We already have the normals expressed as color in the n pass, we need to get the camera rotation (which we're treating as a light) as a colour too. Ie, we need to take the upper-left 3x3 of the world matrix of the camera, and convert it into an rgb value.

Luckily, this easier than it seems. We'd need to express the rotation relative to what axis the camera looks at when its rotated at (0,0,0). For nuke cameras, that means the camera is pointing down the -z axis. That means we actually don't have to do any work at all, we just need the 3rd row of the transfomration matrix (that column expreses scale and rotation relative to the z axis, just as we need it). If we scale the camera there might be issues, but lets ignore that for now).

To make this easy to visualise (and easy to make an expression for later), we'll feed these values directly into a constant. Make a constant, and ctrl-drag the top/middle/bottom matrix rotation values to the red/green/blue of the constant:

Now if you rotate your camera, you'll see the constant colour change. Right, lets do the cross product, which basically means a merge in multiply mode, and then a desaturate to get it to be pure grayscale (I've shuffled the n to rgb cos I'm lazy)

Now we can multiply this against our stmap, and get a cleaner p-projection. note that it can't do shadows, that's a step too far for me and this tutorial. :)

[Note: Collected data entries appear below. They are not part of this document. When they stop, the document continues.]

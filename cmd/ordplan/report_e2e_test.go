package main

import (
	"bytes"
	"context"
	"fmt"
	"image/png"
	"os"
	"os/exec"
	"path/filepath"
	"regexp"
	"strconv"
	"strings"
	"testing"
	"time"
)

const chromiumPath = "/usr/bin/chromium"

// chromium runs the headless browser once on page with extra flags and
// returns its standard output and standard error. The page must work
// offline: every host name fails to resolve.
func chromium(t *testing.T, profile, page string, extra ...string) (string, string) {
	t.Helper()
	ctx, cancel := context.WithTimeout(context.Background(), 2*time.Minute)
	defer cancel()
	args := []string{"--headless", "--no-sandbox", "--disable-gpu", "--disable-background-networking",
		"--disable-component-update", "--disable-sync", "--no-first-run", "--hide-scrollbars",
		"--host-resolver-rules=MAP * ~NOTFOUND", "--user-data-dir=" + profile,
		"--virtual-time-budget=5000", "--enable-logging=stderr", "--v=0"}
	args = append(append(args, extra...), "file://"+page)
	cmd := exec.CommandContext(ctx, chromiumPath, args...)
	var out, errb bytes.Buffer
	cmd.Stdout, cmd.Stderr = &out, &errb
	if err := cmd.Run(); err != nil {
		t.Fatalf("chromium %s: %v\n%s", strings.Join(extra, " "), err, tail(errb.String(), 2000))
	}
	return out.String(), errb.String()
}

func tail(s string, n int) string {
	if len(s) > n {
		return s[len(s)-n:]
	}
	return s
}

var (
	chartDiv   = regexp.MustCompile(`<div class="chart" id="(chart-\d+)"`)
	errorsBox  = regexp.MustCompile(`(?s)<div id="js-errors"[^>]*>(.*?)</div>`)
	scriptBody = regexp.MustCompile(`(?s)(<script[^>]*>).*?</script>`)
	loadsFile  = regexp.MustCompile(`(?i)<(script|link|img|iframe|object|embed)\b[^>]*\b(src|href|data)=`)
)

// browserExample runs the example plan into a temporary folder for a
// test in the browser: the folder, the output folder and report.html's
// absolute path. The test is skipped in -short mode or without Chromium.
func browserExample(t *testing.T) (dir, out, page string) {
	t.Helper()
	if testing.Short() {
		t.Skip("browser test skipped in -short mode")
	}
	if _, err := os.Stat(chromiumPath); err != nil {
		t.Skipf("browser test skipped: %s is not installed (Debian: apt-get install -y chromium)", chromiumPath)
	}
	dir = t.TempDir()
	out = filepath.Join(dir, "out")
	stdout, stderr, code := runCLI("run", filepath.Join("..", "..", "plans", "example.yaml"), "--out", out, "--quiet")
	if code != 0 {
		t.Fatalf("ordplan run: exit %d\n%s%s", code, stdout, stderr)
	}
	page, err := filepath.Abs(filepath.Join(out, "report.html"))
	if err != nil {
		t.Fatal(err)
	}
	return dir, out, page
}

// TestReportRendersInBrowser runs the example plan and opens report.html
// in headless Chromium without a network: every chart must be drawn (its
// element marked data-rendered="1" and holding a canvas) and the page
// must report no script error. Every chart has its export buttons (PNG
// and SVG), the predicted probabilities have interval bands, and every
// figure report.md shows exists beside it.
func TestReportRendersInBrowser(t *testing.T) {
	dir, out, page := browserExample(t)
	src, err := os.ReadFile(page)
	if err != nil {
		t.Fatal(err)
	}
	// Offline: no element loads a file (script bodies, which may hold such
	// text in strings, are left out of the search).
	if m := loadsFile.Find(scriptBody.ReplaceAll(src, []byte("$1</script>"))); m != nil {
		t.Errorf("report.html loads a file: %s", m)
	}
	var ids []string
	for _, m := range chartDiv.FindAllSubmatch(src, -1) {
		ids = append(ids, string(m[1]))
	}
	// At least the criteria chart, one predictor across boundaries and the
	// predictions.
	if len(ids) < 3 {
		t.Fatalf("report.html has %d charts %v, want at least 3", len(ids), ids)
	}

	// One browser run both prints the DOM after the scripts ran and takes
	// a screenshot of the top of the page.
	shot := filepath.Join(dir, "report.png")
	dom, logs := chromium(t, filepath.Join(dir, "profile"), page, "--dump-dom", "--screenshot="+shot, "--window-size=1280,4000")
	for _, id := range ids {
		start := strings.Index(dom, `id="`+id+`"`)
		if start < 0 {
			t.Errorf("%s: not in the rendered page", id)
			continue
		}
		end := strings.Index(dom[start:], "</figure>")
		if end < 0 {
			t.Errorf("%s: no end of its figure", id)
			continue
		}
		el := dom[start : start+end]
		tag := el[:strings.Index(el, ">")]
		if !strings.Contains(tag, `data-rendered="1"`) {
			t.Errorf("%s: not marked as drawn: <div %s>", id, tag)
		}
		if !strings.Contains(el, "<canvas") {
			t.Errorf("%s: no canvas inside", id)
		}
		for _, kind := range []string{"png", "svg"} {
			if !strings.Contains(el, `data-export="`+kind+`" data-chart="`+id+`"`) {
				t.Errorf("%s: no %s export button", id, kind)
			}
		}
	}
	// The predicted-probability chart draws its intervals as bands: a
	// filled series stacked on the lower bound.
	if !bytes.Contains(src, []byte(`"stack":"band-1"`)) || !bytes.Contains(src, []byte(`"areaStyle"`)) {
		t.Error("report.html: no interval band on the predicted-probability chart")
	}
	// report.md shows the same charts as image files beside it.
	md, err := os.ReadFile(filepath.Join(out, "report.md"))
	if err != nil {
		t.Fatal(err)
	}
	figs := regexp.MustCompile(`!\[[^\]]*\]\(([^)]+)\)`).FindAllSubmatch(md, -1)
	if len(figs) != len(ids) {
		t.Errorf("report.md shows %d figures, report.html %d charts", len(figs), len(ids))
	}
	for _, m := range figs {
		if _, err := os.Stat(filepath.Join(out, string(m[1]))); err != nil {
			t.Errorf("report.md: figure %s: %v", m[1], err)
		}
	}
	m := errorsBox.FindStringSubmatch(dom)
	if m == nil {
		t.Error("no #js-errors box in the rendered page")
	} else if strings.TrimSpace(m[1]) != "" {
		t.Errorf("script errors on the page:\n%s", m[1])
	}
	for _, line := range strings.Split(logs, "\n") {
		if strings.Contains(line, ":CONSOLE") {
			t.Errorf("browser console: %s", line)
		}
	}

	// The export buttons work: a copy of the page exports the first chart
	// as SVG and as PNG, the downloads caught into the page.
	probe := string(src)
	i := strings.LastIndex(probe, "</body>")
	probe = probe[:i] + `<script>ordplanSave=function(u,n){var p=document.createElement("pre");p.className="exported";p.textContent=n+" "+u.slice(0,30);document.body.appendChild(p);};` +
		`ordplanExport("` + ids[0] + `","svg");ordplanExport("` + ids[0] + `","png");</script>` + probe[i:]
	probePage := filepath.Join(dir, "export.html")
	if err := os.WriteFile(probePage, []byte(probe), 0o644); err != nil {
		t.Fatal(err)
	}
	pdom, _ := chromium(t, filepath.Join(dir, "profile2"), probePage, "--dump-dom")
	for _, want := range []string{ids[0] + ".svg data:image/svg+xml", ids[0] + ".png data:image/png"} {
		if !strings.Contains(pdom, want) {
			t.Errorf("export: no %q in the page after exporting", want)
		}
	}
	if m := errorsBox.FindStringSubmatch(pdom); m != nil && strings.TrimSpace(m[1]) != "" {
		t.Errorf("export: script errors:\n%s", m[1])
	}

	f, err := os.Open(shot)
	if err != nil {
		t.Fatal(err)
	}
	defer f.Close()
	img, err := png.Decode(f)
	if err != nil {
		t.Fatalf("screenshot: %v", err)
	}
	if b := img.Bounds(); b.Dx() != 1280 || b.Dy() != 4000 {
		t.Errorf("screenshot is %dx%d, want 1280x4000", b.Dx(), b.Dy())
	}
	if keep := os.Getenv("ORDPLAN_SCREENSHOT_DIR"); keep != "" {
		b, _ := os.ReadFile(shot)
		if err := os.WriteFile(filepath.Join(keep, "report.png"), b, 0o644); err != nil {
			t.Error(err)
		}
	}
}

// TestReportAtPhoneWidth opens the example's report.html in headless
// Chromium 400 pixels wide, as a phone shows it (the page is dumped at
// headless Chromium's least window width, 500, whatever smaller is
// asked): every chart is drawn, a chart whose layout changes below its
// width takes the narrow height of the narrowest step it is narrower than
// (data-narrow, which keeps its plot's size), the others keep theirs, and
// a table wider than the screen is marked as scrolling sideways (the note
// above it and the faded edge), while a narrow table is not; at 1400
// pixels no chart takes a narrow height, a chart alone in its row whose
// title or legend takes fewer lines there (the calibration chart) takes
// the height of the widest step it is as wide as (data-wide), and no
// table of the models is marked.
// The calibration chart's tooltip names each series whole.
func TestReportAtPhoneWidth(t *testing.T) {
	dir, _, page := browserExample(t)
	chartTag := regexp.MustCompile(`<div class="chart" id="(chart-\d+)" style="height: ?(\d+)px[^"]*"( data-narrow="([\d: ]+)")?( data-wide="([\d: ]+)")?[^>]*><div style="position: relative; width: (\d+)px`)
	wraps := regexp.MustCompile(`<div class="table-wrap( [^"]*)?">`)
	for _, width := range []int{400, 1400} {
		dom, _ := chromium(t, filepath.Join(dir, fmt.Sprint("profile", width)), page, "--dump-dom", fmt.Sprintf("--window-size=%d,3000", width))
		if m := errorsBox.FindStringSubmatch(dom); m == nil || strings.TrimSpace(m[1]) != "" {
			t.Errorf("%d px: script errors: %v", width, m)
		}
		charts, narrowed, widened := 0, 0, 0
		for _, m := range chartTag.FindAllStringSubmatch(dom, -1) {
			charts++
			tag := m[0]
			if !strings.Contains(tag, `data-rendered="1"`) {
				t.Errorf("%d px: %s not drawn", width, m[1])
			}
			if m[4] == "" && m[6] == "" {
				continue
			}
			// data-narrow: "WIDTH:HEIGHT ..." from the widest; the chart
			// takes the height of the narrowest step wider than it is (the
			// library's canvas box gives its width), its usual one if none;
			// data-wide, from the narrowest: the height of the widest step
			// it is as wide as.
			chartWidth, _ := strconv.Atoi(m[7])
			want, wide, narrows := "", false, map[string]bool{}
			for _, st := range strings.Fields(m[4]) {
				w, h, _ := strings.Cut(st, ":")
				narrows[h] = true
				if n, _ := strconv.Atoi(w); chartWidth < n {
					want = h
				}
			}
			for _, st := range strings.Fields(m[6]) {
				w, h, _ := strings.Cut(st, ":")
				narrows[h] = true
				if n, _ := strconv.Atoi(w); chartWidth >= n {
					want, wide = h, true
				}
			}
			if want != "" {
				if wide {
					widened++
				} else {
					narrowed++
				}
				if m[2] != want {
					t.Errorf("%d px: %s is %d px wide and %s px high, want its height %s (narrower %q, wider %q)", width, m[1], chartWidth, m[2], want, m[4], m[6])
				}
			} else if narrows[m[2]] {
				t.Errorf("%d px: %s is %d px wide and took another width's height (narrower %q, wider %q)", width, m[1], chartWidth, m[4], m[6])
			}
		}
		if charts < 3 || (width == 400 && (narrowed == 0 || widened != 0)) || (width == 1400 && (narrowed != 0 || widened == 0)) {
			t.Errorf("%d px: %d charts, %d at a narrow height, %d at a wide one", width, charts, narrowed, widened)
		}
		marked, all := 0, 0
		for _, m := range wraps.FindAllStringSubmatch(dom, -1) {
			all++
			if strings.Contains(m[1], "scrolls") {
				marked++
			}
		}
		// The table of the models' fit has nine columns: it scrolls at 400
		// pixels and not at 1400; the tables of two or three columns
		// (the data dictionary's) scroll at neither.
		fit := strings.Index(dom, "Overall fit: each candidate")
		if fit < 0 {
			t.Fatalf("%d px: no table of overall fit", width)
		}
		m := wraps.FindStringSubmatch(dom[fit:])
		if m == nil {
			t.Fatalf("%d px: no box after the overall fit's caption", width)
		}
		if got := strings.Contains(m[1], "scrolls"); got != (width == 400) {
			t.Errorf("%d px: the table of overall fit marked scrolling: %v", width, got)
		}
		if width == 400 && (marked == 0 || marked == all) {
			t.Errorf("%d px: %d of %d tables marked scrolling, want some, not all", width, marked, all)
		}
		if width == 1400 && marked == all {
			t.Errorf("%d px: every table marked scrolling", width)
		}
	}

	// The calibration chart's axis tooltip names each series whole
	// (category and mark), though a category's line and points share its
	// name in the legend: a copy of the page shows the tooltip at group 3
	// and copies it into the page.
	src, err := os.ReadFile(page)
	if err != nil {
		t.Fatal(err)
	}
	i := bytes.Index(src, []byte("Observed and expected by group of predicted score"))
	m := regexp.MustCompile(`ordplanDraw\("(chart-\d+)"`).FindAllSubmatch(src[:max(i, 0)], -1)
	if i < 0 || len(m) == 0 {
		t.Fatal("no calibration chart")
	}
	id := string(m[len(m)-1][1])
	probe := string(src)
	end := strings.LastIndex(probe, "</body>")
	probe = probe[:end] + `<script>setTimeout(function(){ordplanCharts["` + id + `"].chart.dispatchAction({type:"showTip",seriesIndex:0,dataIndex:2});},300);` +
		`setTimeout(function(){var p=document.createElement("pre");p.className="tip";var d=document.getElementById("` + id + `").querySelectorAll("div");for(var i=0;i<d.length;i++){if(d[i].innerHTML.indexOf("<br>")>=0){p.textContent=d[i].textContent;}}document.body.appendChild(p);},1500);</script>` + probe[end:]
	probePage := filepath.Join(dir, "tooltip.html")
	if err := os.WriteFile(probePage, []byte(probe), 0o644); err != nil {
		t.Fatal(err)
	}
	dom, _ := chromium(t, filepath.Join(dir, "profile3"), probePage, "--dump-dom", "--window-size=1400,3000")
	tip := regexp.MustCompile(`<pre class="tip">([^<]*)</pre>`).FindStringSubmatch(dom)
	if tip == nil || !strings.HasPrefix(tip[1], "3") || !strings.Contains(tip[1], "very_unsafe expected 0.") || !strings.Contains(tip[1], "very_safe observed 0.") {
		t.Errorf("calibration tooltip at group 3: %q, want each series named with its category and mark", tip)
	}
}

Projections without the C44 plugin

by Pedro Andrade

Although the available C44 matrix does a great job converting different coordinate spaces, it’s written as a plugin, which means that it’s not possible to look into the code to understand what’s behind the curtains and hopefully give the artist / TD ideas to eventually come up with similar tools that use the same concepts.

I wanted to break in! I knew that this had to be possible to use Nuke’s native nodes, so I reverse-engineered the tool to figure out what was going on.

First of all, this has to do with matrices, which is a mathematical concept that I had some background on (I’m originally a mechanical engineer), but not only I had forgotten all of that, but also, there were some types of matrices that were completely new to me and that were paramount to understand, as the projection matrix. 

One of my main initial doubts was, how to create a 4x4 Color Matrix when there’s no such thing in Nuke?! There are 4x4 convolution matrices, but those have nothing to do with color, and I knew that color manipulation is what I was looking for, as position or normal passes are nothing but color representation (R, G, B) of vector spaces and these were the ones that needed to be modified somehow. Also, whatever matrix I was looking for, it had to deal with camera components like focal length and aperture as well as position in space. 

So, I had to go on the hard path of researching and after many hours, I found a couple of articles that explained this stuff in detail. With this, I was now a step closer. After reading them all, I had found what I was looking for with a very good explanation of each of its components. 

First of all, there’s a hierarchy of vector coordinates that we need to follow until we get to the projection matrix and even after that, to use it to something useful, there are further vector coordinates that we need to dig out. 

The hierarchy is the following:

The first 3 coordinates systems were covered already here by Matt, which means that, following the chart, the Camera Coordinates (Camera space) is our starting point to dig into the projection matrix. It's important to remember that Camera Space uses the same concepts as the Object Space, which is commonly known as PRef pass. The only difference is instead of using an axis / locator, we will use the camera as if it were an axis (it’s the position in space that matters). Going back to the chart, to get to Camera Space we need to use primarily the World Space.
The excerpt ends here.